21, 22, 23, 24, 24, 24, 25, 25, 25, 25, 26, 27, 28

        (a) What is the mean of this distribution?
        (b) What is the mode of this distribution?
        (c) What is the median of this distribution?

Calculating the measures of central tendency in SPSS

The following section outlines how to compute the mean, median, and mode in SPSS.

We can get SPSS to compute all of these values in the same command submenu. Go to the Statistics menu, select the Analyze submenu, and then the Descriptive Statistics submenu, and then the Frequencies option.

means

This should open a window that looks like this:

Select quiz4 as your variable. And then click on the Statistics button.

This will open another window.

In this window select mean, median, and mode. Then click Continue. This will take you back to the previous window. Now click OK.

Now SPSS should open up an output window that includes a table that looks like this: 

That’s all there is to it.

Let’s try to do what I just outlined above but with a different variable. For the variable final in your students.sav file I’d like you to answer the following questions.
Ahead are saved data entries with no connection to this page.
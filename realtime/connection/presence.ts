import { AWARENESS_PER_SECOND, encodeAwareness, type AwarenessEntry } from "../protocol";
import { colorOf } from "../personColor";

/** Somebody who can be seen on a page. */
export interface Visible {
  readonly userId: string | null;
  readonly name: string;
  send(bytes: Uint8Array): void;
}

interface Seen {
  owner: Visible;
  /** As the browser counts; and as the others were told, which never goes back. */
  said: number;
  clock: number;
  state: AwarenessEntry["state"];
  lastTold: number;
  timer: NodeJS.Timeout | null;
}

/**
 * Who is on a page (rule A4). A state belongs to a person and a tab; its newest connection wins, so that a half-open old one
 * cannot block a reconnect. Name and colour are the server's, whatever the browser says. States that change too quickly are
 * told at the pace allowed, the latest always.
 */
export class Presence {
  private readonly seen = new Map<number, Seen>();
  private readonly viewers = new Set<Visible>();
  /** Last clock told of those who left: a browser that comes back counts on from where it was, the others from here. */
  private readonly past = new Map<number, number>();

  constructor(private readonly intervalMs = 1000 / AWARENESS_PER_SECOND) {}

  get viewerCount(): number {
    return this.viewers.size;
  }

  /** From now on this one sees the others; guests neither see nor are seen. */
  join(viewer: Visible): void {
    if (viewer.userId === null) return;
    this.viewers.add(viewer);
    this.tellAll(viewer);
  }

  /** Tells one viewer about everybody. */
  tellAll(viewer: Visible): void {
    if (!this.viewers.has(viewer)) return;
    // A browser that lost its connection forgot these states and not their clocks: told at the old one, it would not listen.
    const entries = [...this.seen].map(([clientId, seen]) => ({ clientId, clock: ++seen.clock, state: seen.state }));
    if (entries.length > 0) viewer.send(encodeAwareness(entries));
  }

  /** Takes what a browser says. What it says of others than itself is dropped: browsers repeat what they heard. */
  say(from: Visible, entries: readonly AwarenessEntry[]): void {
    if (from.userId === null || !this.viewers.has(from)) return;
    const own = this.clientOf(from);
    for (const { clientId, clock, state } of entries) {
      const seen = this.seen.get(clientId);
      if (seen === undefined ? own !== undefined || state === null : seen.owner.userId !== from.userId) continue;
      if (own !== undefined && own !== clientId) continue;
      if (seen !== undefined && seen.owner === from && clock <= seen.said) continue;
      this.put(clientId, from, clock, state);
    }
  }

  private clientOf(owner: Visible): number | undefined {
    for (const [clientId, seen] of this.seen) if (seen.owner === owner) return clientId;
    return undefined;
  }

  private put(clientId: number, owner: Visible, said: number, stated: AwarenessEntry["state"]): void {
    if (stated === null) {
      this.take(clientId);
      return;
    }
    const id = owner.userId ?? "";
    const state = { ...stated, user: { id, name: owner.name, color: colorOf(id) } };
    const clock = Math.max(said, this.lastClock(clientId) + 1);
    const seen = this.seen.get(clientId) ?? { owner, said, clock, state, lastTold: 0, timer: null };
    Object.assign(seen, { owner, said, clock, state });
    this.seen.set(clientId, seen);
    if (seen.timer !== null) return;
    const wait = seen.lastTold + this.intervalMs - Date.now();
    if (wait <= 0) this.tell(clientId, seen);
    else seen.timer = setTimeout(() => this.tell(clientId, seen), wait);
  }

  private lastClock(clientId: number): number {
    return this.seen.get(clientId)?.clock ?? this.past.get(clientId) ?? -1;
  }

  private tell(clientId: number, seen: Seen): void {
    seen.timer = null;
    seen.lastTold = Date.now();
    this.send(clientId, seen.clock, seen.state, seen.owner);
  }

  private take(clientId: number): void {
    const seen = this.seen.get(clientId);
    if (seen === undefined) return;
    if (seen.timer !== null) clearTimeout(seen.timer);
    const clock = seen.clock + 1;
    this.past.set(clientId, clock);
    this.seen.delete(clientId);
    this.send(clientId, clock, null, seen.owner);
  }

  private send(clientId: number, clock: number, state: AwarenessEntry["state"], except: Visible): void {
    const message = encodeAwareness([{ clientId, clock, state }]);
    for (const viewer of this.viewers) if (viewer !== except) viewer.send(message);
  }

  /** This connection is gone; its state with it, unless a newer connection has taken it over. */
  leave(viewer: Visible): void {
    this.viewers.delete(viewer);
    const own = this.clientOf(viewer);
    if (own !== undefined) this.take(own);
    if (this.viewers.size === 0) this.past.clear();
  }
}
    (2) Using SPSS for your compuations, answer the following questions.
        (a) What is the mean for the "final" variable?
        (b) What is the median for the "final" variable?
        (c) What is the mode for the "final" variable?
        (d) What percent of students scored lower than the mode on the final?
            (hints: Don't include the students who scored the mode exactly.  Don't include "%" in your    
                answer. Round to 1 digit. Thus, 22.2% would be entered as 22.2)
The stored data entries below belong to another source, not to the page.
import { CellError } from "../errors";
import { parseLines } from "../language";
import type { QuantityColumn } from "../table/table";
import { budgetNode, cellNodes, expressionNode, inUnit, plotNode, trendNode, type Tracing } from "../trace";
import type { BlockContext } from "./context";
import type { TraceNode, TraceRequest } from "./results";
import type { Block, DataBlock, FormulaBlock } from "./schema";

/** Numbers that lean on numbers of other blocks are followed this far. */
const MAX_FOLLOWED = 6;

/**
 * Where a number of the last evaluation comes from: a tree from the number down to the cells of its sources. The shares of
 * the variance of the branches of one node sum to that node's own share; the asked number's is 1.
 *
 * @returns null where there is no such number now
 */
export function traceNumber(block: Block, request: TraceRequest, context: BlockContext): TraceNode | null {
  try {
    return trace(block, request, context, 0);
  } catch (error) {
    // What cannot be calculated now has no origin; its block says why.
    if (error instanceof CellError) return null;
    throw error;
  }
}

function trace(block: Block, { name, index }: TraceRequest, context: BlockContext, depth: number): TraceNode | null {
  const tracing: Tracing = {
    context,
    ask: (request) => {
      const other = context.block(request.block);
      return other === undefined || depth >= MAX_FOLLOWED ? null : trace(other, request, context, depth + 1);
    },
  };
  switch (block.kind) {
    case "data":
      return ofColumn(tracing, block, name, index);
    case "formula":
      return ofLine(tracing, block, name, index);
    case "trend": {
      const result = context.result(block.id);
      return result?.kind === "trend" ? trendNode(tracing, block, result, name) : null;
    }
    case "budget": {
      const result = context.result(block.id);
      return result?.kind === "budget" ? budgetNode(tracing, block, result, name) : null;
    }
    case "plot": {
      const result = context.result(block.id);
      return result?.kind === "plot" ? plotNode(tracing, block, result, name, index) : null;
    }
    default:
      return null;
  }
}

function ofLine(tracing: Tracing, block: FormulaBlock, name: string, index: number | undefined): TraceNode | null {
  const line = parseLines(block.text).lines.find((each) => each.name === name.normalize("NFC"));
  if (line === undefined) return null;
  const result = tracing.context.result(block.id);
  const calculated = result?.kind === "formula" ? result.lines.find((each) => each.name === line.name) : undefined;
  if (calculated?.ok !== true) return null;
  // A line with a value for each sample is asked about for one of them.
  if (index === undefined && (calculated.perSample || calculated.byClass !== undefined)) return null;
  const place = calculated.perSample || calculated.byClass !== undefined ? (index ?? 0) : 0;
  return expressionNode(tracing, tracing.context.scope(block.data), line.text, `${line.name} = ${line.text}`, block.id, place);
}

function ofColumn({ context }: Tracing, block: DataBlock, name: string, index: number | undefined): TraceNode | null {
  const result = context.result(block.id);
  const table = result?.kind === "data" ? result.table : undefined;
  const column = table?.columns.find((each): each is QuantityColumn => each.kind === "quantity" && each.name === name);
  if (table === undefined || column === undefined || index === undefined || !(index >= 0 && index < table.rows)) return null;
  const number = inUnit(column.value[index] ?? Number.NaN, column.sigma[index] ?? Number.NaN, column.unit);
  const share = number.sigma === null ? null : 1;
  return {
    kind: "result",
    label: column.name,
    ...number,
    ...(column.basis === undefined ? {} : { basis: column.basis }),
    share,
    notes: [],
    from: cellNodes(context, table, column, index, share),
  };
}
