/**
 * How a table of 100,000 samples × 30 columns feels in Chromium: from the chosen file to the first plot, from a changed formula
 * to the changed plot, and how long typing is ever held up. Works on a running product: `npm start`, then
 * `npm run bench:page -- http://localhost:3000`. Times are of this machine and say little alone; they are printed beside the
 * time that the same browser takes for a fixed loop of arithmetic.
 */
import { mkdtempSync, rmSync, writeFileSync } from "node:fs";
import { tmpdir } from "node:os";
import path from "node:path";
import type { Page } from "playwright-core";
import { demoPassword, demoPeople } from "@/db/seed/people";
import { launchBrowser } from "@/tests/support/browser";

const ROWS = Number(process.env.ROWS ?? 100_000);
const EDITS = 20;
const address = process.argv[2] ?? "http://localhost:3000";

/** Thirty columns: sample, class, ten oxides with their 2σ, and eight trace elements. Invented, the same every time. */
const COLUMNS = 30;

function table(): string {
  let state = 20_261_201;
  const next = (): number => (state = (Math.imul(state, 1_664_525) + 1_013_904_223) >>> 0) / 4_294_967_296;
  const oxides: readonly [string, number][] = [
    ["SiO2", 45],
    ["Al2O3", 4.2],
    ["FeOt", 8.1],
    ["MgO", 37],
    ["CaO", 3.4],
    ["TiO2", 0.2],
    ["Na2O", 0.3],
    ["K2O", 0.03],
    ["MnO", 0.13],
    ["P2O5", 0.02],
  ];
  const traces: readonly [string, number][] = [
    ["Ni", 1900],
    ["Cr", 2600],
    ["Co", 105],
    ["Sc", 16],
    ["V", 80],
    ["Zn", 55],
    ["Cu", 30],
    ["Ga", 4.4],
  ];
  const head = ["Sample", "Class", ...oxides.flatMap(([o]) => [`${o} (wt%)`, `2s ${o}`]), ...traces.map(([e]) => `${e} (ppm)`)];
  const lines = [head.join(",")];
  for (let row = 1; row <= ROWS; row++) {
    const cells = [`S-${row}`, `group ${row % 6}`];
    for (const [, mean] of oxides) {
      const value = mean * (0.9 + 0.2 * next());
      cells.push(value.toFixed(3), (value * 0.01).toFixed(4));
    }
    for (const [, mean] of traces) cells.push((mean * (0.8 + 0.4 * next())).toFixed(1));
    lines.push(cells.join(","));
  }
  return `${lines.join("\n")}\n`;
}

/** Time of a fixed loop in this browser, ms: the reference. */
function reference(page: Page): Promise<number> {
  return page.evaluate(() => {
    const started = performance.now();
    let x = 0;
    for (let i = 0; i < 100_000_000; i++) x = (x * 31 + i) | 0;
    return performance.now() - started + (x === 1 ? 1 : 0);
  });
}

/** Waits, frame by frame, until another part of the data is painted than before, and gives it. */
async function plotChanges(page: Page, before: string | null): Promise<string> {
  const changed = await page.waitForFunction((old) => {
    const painted = document.querySelector<HTMLCanvasElement>("canvas[data-view]")?.dataset.view;
    return painted !== undefined && painted !== old ? { painted } : null;
  }, before);
  return (await changed.evaluate((found) => found?.painted)) ?? "";
}

const median = (values: readonly number[]): number => [...values].sort((a, b) => a - b)[Math.floor(values.length / 2)] ?? NaN;
const ms = (value: number): string => `${value.toFixed(0)} ms`;

const folder = mkdtempSync(path.join(tmpdir(), "cotectic-bench-"));
const file = path.join(folder, "large.csv");
writeFileSync(file, table());
const browser = await launchBrowser();
try {
  const page = await (await browser.newContext({ viewport: { width: 1440, height: 1000 }, baseURL: address })).newPage();
  page.setDefaultTimeout(120_000);
  const [lead] = demoPeople;
  await page.goto("/sign-in");
  await page.getByLabel("E-mail").fill(lead?.email ?? "");
  await page.getByLabel("Password").fill(demoPassword);
  await page.getByRole("button", { name: "Sign in" }).click();
  await page.getByRole("button", { name: "New page" }).click();
  await page.waitForURL(/\/pages\//u);
  const block = (handle: string) => page.locator(`section.block[id="${handle}"]`);
  await page.getByRole("region", { name: "The first block" }).getByRole("button", { name: /Data/u }).click();
  await block("d").getByRole("button", { name: "Add below" }).click();
  await page.getByRole("menuitem", { name: /Formula/u }).click();
  const editor = page.getByRole("textbox", { name: "Formulas of f" });
  await editor.click();
  await page.keyboard.insertText("mg_si = Mg / Si\nal_si = Al / Si");
  await block("f").getByRole("button", { name: "Add below" }).click();
  await page.getByRole("menuitem", { name: /Plot/u }).click();
  await block("p").getByRole("listitem").first().getByRole("button").nth(1).click();
  await page.getByLabel("Across").fill("mg_si");
  await page.getByLabel("Across").press("Enter");
  await page.getByLabel("Upwards").fill("al_si");
  await page.getByLabel("Upwards").press("Enter");
  await page.keyboard.press("Escape");

  const unit = await reference(page);
  const chosen = performance.now();
  await page.getByLabel("Choose a table to upload").setInputFiles(file);
  const save = page.getByRole("button", { name: "Save this table" });
  await page
    .getByRole("dialog")
    .getByText(new RegExp(`rows, ${COLUMNS} columns`, "u"))
    .waitFor();
  const proposed = performance.now();
  await page.getByRole("dialog").getByLabel("Role of Class").selectOption({ label: "class" });
  const saving = performance.now();
  await save.click();
  let first = await plotChanges(page, null);
  const drawn = performance.now();
  console.log(`${ROWS} samples × ${COLUMNS} columns; a loop of 10⁸ steps takes ${ms(unit)} here`);
  console.log(`file chosen → mapping proposed: ${ms(proposed - chosen)}; table saved → first plot: ${ms(drawn - saving)}`);
  console.log(`upload to first plot: ${ms(proposed - chosen + drawn - saving)}, ${((proposed - chosen + drawn - saving) / unit).toFixed(1)} × the loop`);

  await page.evaluate(() => {
    const held: number[] = [];
    (window as unknown as { held: number[] }).held = held;
    new PerformanceObserver((list) => held.push(...list.getEntries().map((entry) => entry.duration))).observe({ type: "longtask" });
  });
  const edits: number[] = [];
  for (let n = 0; n < EDITS; n++) {
    await editor.click();
    await page.keyboard.press("Control+Home");
    await page.keyboard.press("End");
    await page.evaluate(() => ((window as unknown as { held: number[] }).held.length = 0));
    const typed = performance.now();
    await page.keyboard.insertText(n % 2 === 0 ? " * 2" : " / 2");
    first = await plotChanges(page, first);
    edits.push(performance.now() - typed);
    await page.waitForTimeout(300);
  }
  console.log(
    `formula edited → plot changed: median of ${EDITS} ${ms(median(edits))}, ${(median(edits) / unit).toFixed(2)} × the loop; worst ${ms(Math.max(...edits))}`,
  );

  await page.evaluate(() => ((window as unknown as { held: number[] }).held.length = 0));
  await editor.click();
  await page.keyboard.press("Control+End");
  await page.keyboard.type("\nfe_mg = (Fe_total + Ca) / Mg # typed while everything is calculated", { delay: 40 });
  await page.waitForTimeout(1500);
  const held = await page.evaluate(() => (window as unknown as { held: number[] }).held);
  console.log(`typing: ${held.length} tasks over 50 ms on the main thread, the longest ${ms(Math.max(0, ...held))}`);
} finally {
  await browser.close();
  rmSync(folder, { recursive: true });
}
Properties of Central Tendency Measures

The mean, median and mode are descriptive statistics that are designed to tell us something about the center of a distribution. That is, where most of the data are.

So how do you know which measure of central tendency should be used?
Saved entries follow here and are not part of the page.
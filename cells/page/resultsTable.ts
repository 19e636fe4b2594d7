import type { Problem } from "../errors";
import { formatNumber, formatUncertain } from "../quantity/format";
import { State, stateName } from "../quantity/state";
import type { BlockResult, BudgetResult, DataResult, FormulaResult, LineResult, PageResults, TrendResult } from "./results";
import type { PageDocument } from "./schema";

/** Results for people to read in a terminal: one section a block, formula lines as columns over their samples. */
export function resultsTable(page: PageDocument, results: PageResults): string {
  const bodies = Object.entries(results.bodies).map(([alias, id]) => (alias === id ? id : `${alias} is ${id}`));
  const out = [page.title, ...(bodies.length > 0 ? [`Bodies: ${bodies.join(", ")}.`] : []), `Engine ${results.engine}.`, ""];
  for (const block of page.blocks) {
    const result = results.blocks.get(block.id);
    if (result === undefined) continue;
    out.push(`── ${block.id} (${block.kind})${block.name === undefined ? "" : `  ${block.name}`}`);
    out.push(...bodyOf(page, block.id, result, results));
    out.push(...result.problems.map(problemLine), "");
  }
  return `${out.join("\n")}\n`;
}

function bodyOf(page: PageDocument, handle: string, result: BlockResult, results: PageResults): string[] {
  switch (result.kind) {
    case "data":
      return dataLines(result);
    case "formula": {
      const block = page.blocks.find((candidate) => candidate.id === handle);
      const data = block?.kind === "formula" && block.data !== undefined ? results.blocks.get(block.data) : undefined;
      return formulaLines(result, data?.kind === "data" ? data.table?.samples : undefined);
    }
    case "trend":
      return trendLines(result);
    case "budget":
      return budgetLines(result);
    case "plot": {
      const missing = Object.entries(result.notDrawn).map(([state, count]) => `${count} ${state}`);
      return [`${result.drawn} samples drawn${missing.length > 0 ? `, not drawn: ${missing.join(", ")}` : ""}`];
    }
    case "note":
      return result.values.map((value) => `${value.name} = ${value.shown ?? "no value"}${value.unit === "" ? "" : ` ${value.unit}`}`);
  }
}

function dataLines(result: DataResult): string[] {
  const head = `${result.samples} in use, ${result.setAside} set aside, ${result.valuesSetAside} values set aside, ${result.amended} amended`;
  const rows = result.columns
    .filter((column) => column.role === "quantity")
    .map((column) => [column.name, column.unit, column.n, column.missing, column.belowDetection, column.assumed, column.withoutSigma].map(String));
  return [
    head,
    ...grid([["column", "unit", "n", "missing", "below", "σ assumed", "no σ"], ...rows]),
    ...result.screening.map((flag) => `  ${flag.sample} (row ${flag.row}): ${flag.text}`),
  ];
}

function formulaLines(result: FormulaResult, samples: readonly string[] | undefined): string[] {
  const single = result.lines.filter((line) => line.ok && line.state.length === 1).map((line) => `${line.name} = ${cell(line, 0)} ${words(line)}`);
  const classes = result.lines
    .filter((line) => line.ok && line.byClass !== undefined && line.state.length !== 1)
    .flatMap((line) => [`${line.name} ${words(line)}`, ...(line.byClass ?? []).map((name, index) => `  ${name}: ${cell(line, index)}`)]);
  const rowwise = result.lines.filter((line) => line.ok && line.perSample && line.state.length !== 1);
  const rows = rowwise[0]?.state.length ?? 0;
  const failed = result.lines.filter((line) => !line.ok).map((line) => `${line.name}: no result`);
  if (rows === 0) return [...single, ...classes, ...failed];
  const header = ["sample", ...rowwise.map((line) => `${line.name} ${words(line)}`.trim())];
  const body = Array.from({ length: rows }, (_, index) => [samples?.[index] ?? String(index + 1), ...rowwise.map((line) => cell(line, index))]);
  return [...single, ...classes, ...grid([header, ...body]), ...failed];
}

function words(line: LineResult): string {
  const parts = [line.unit === "1" ? "" : line.unit, line.basis === null ? (line.remark ?? "") : `by ${line.basis}`].filter((part) => part !== "");
  return parts.length === 0 ? "" : `[${parts.join(", ")}]`;
}

function cell(line: LineResult, index: number): string {
  const state = line.state[index] ?? State.missing;
  if (state !== State.present) return stateName(state);
  const bound = line.lowerBound[index] === 1 ? "≥σ" : "";
  return `${formatUncertain(line.value[index] ?? Number.NaN, line.sigma[index] ?? null)}${bound}`;
}

function trendLines(result: TrendResult): string[] {
  if (result.slope === undefined || result.intercept === undefined) return ["no line"];
  const sigma = (of: { sigma: number | null; sigmaWithScatter: number | null }): number | null =>
    result.usesScatter === true ? of.sigmaWithScatter : of.sigma;
  const out = [
    `${result.y.label} = ${formatUncertain(result.slope.value, sigma(result.slope))} · ${result.x.label} + ${formatUncertain(result.intercept.value, sigma(result.intercept))}   (${result.method}, n = ${result.n})`,
  ];
  if (result.mswd !== undefined)
    out.push(
      `MSWD ${formatNumber(result.mswd, 3)}, p ${result.p === undefined ? "–" : formatNumber(result.p, 2)}${result.usesScatter === true ? ", σ with scatter" : ""}`,
    );
  if (result.crossing !== undefined) {
    const { x, y, fromBodies } = result.crossing;
    out.push(`crosses ${result.crossing.with} at ${formatUncertain(x.value, x.sigma)}, ${formatUncertain(y.value, y.sigma)}`);
    out.push(...fromBodies.map((each) => `  ${each.body} is ${formatNumber(each.distance, 2)}σ from the crossing (p ${formatNumber(each.p, 2)})`));
  }
  return out;
}

function budgetLines(result: BudgetResult): string[] {
  const out: string[] = [];
  if (result.solved !== undefined) {
    const bound = result.solved.sigmaIs === undefined ? "" : ` (σ is a ${result.solved.sigmaIs})`;
    out.push(`${result.solved.of}: ${formatUncertain(result.solved.value, result.solved.sigma)} ${result.solved.unit}${bound}`);
  }
  const show = (value: number | null, sigma: number | null): string => (value === null ? "–" : formatUncertain(value, sigma));
  const rows = result.report.map((each) => [
    each.expression,
    show(each.start, each.startSigma),
    show(each.end, each.sigma),
    show(each.target, each.targetSigma),
    each.miss === null ? (each.note ?? "") : `${formatNumber(each.miss, 2)}σ`,
  ]);
  if (rows.length > 0) out.push(...grid([["", "start", "end", "target", "miss"], ...rows]));
  return out;
}

function problemLine(problem: Problem): string {
  const place = problem.span === undefined ? "" : ` at ${problem.span[0]}–${problem.span[1]}`;
  return `${problem.severity}${place}: ${problem.text}`;
}

/** Columns padded to their widest cell. */
function grid(rows: readonly (readonly string[])[]): string[] {
  const widths: number[] = [];
  for (const row of rows) row.forEach((text, column) => (widths[column] = Math.max(widths[column] ?? 0, [...text].length)));
  return rows.map((row) => `  ${row.map((text, column) => text + " ".repeat((widths[column] ?? 0) - [...text].length)).join("  ")}`.trimEnd());
}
The answer depends on a number of factors, including the shape of the distribution and the scale of measurement that you use.

Use the mean if you can.

The mean is the preferred measure of central tendency for interval and ratio level data. It takes every item in the distribution into account, and it is more stable than the median and the mode. In this context, stable refers to the tendency to get similar results when you draw multiple samples from the same population and calculate a statistic. In one sample of numbers ranging from 0 to 24, the mean might be 10.4 and in another sample the mean might be 10.3. 10.4 and 10.3 are similar to each other. If we drew many samples from the same population and the mean was roughly the same each time, we would say that the sample mean is stable. In small samples, the mode is very unstable. That is, from one sample to the text, the mode is very different each time. The median is more stable than the mode, but typically less stable than than the mean, especially in smaller samples.

  • If you change a given score, add an observation, delete an observation, and then the mean will change.
  • If you add (or subtract) a constant to each score, then the mean will change by adding that constant.
  • If you multiply (or divide) each score by a constant, then the mean will change by being multiplied by that constant.

However, there are times when the mean is not the appropriate measure.

Use the median if you must.

  • The variable is ordinal.
  • The interval or ratio data have extreme values (outliers) that cause the distribution to be highly skewed.

Use the mode as a last resort.

The mode is pretty much your only choice if you are looking at a nominal scale.

Distribution Shape and Central Tendencies

Okay now let’s look at a few distributions to examine these different measures of central tendency relate to one another.

In a distribution like this one (symmetric distribution), the mean, median, and mode will have similar values.

However, in a positively skewed distribution, the mean will be larger than the median, which will be larger than the mode.

The opposite is true for a negatively skewed distribution:

    (3) Look at the distribution in the histogram above. 
        (a) From lowest to hightest, rank the mean, median, and mode.

        (b) Of the three measues of central tendency (mean, median, and mode), which would be the
            least representative number in this case?

        (c) Which kind of skewness is evident in this distribution?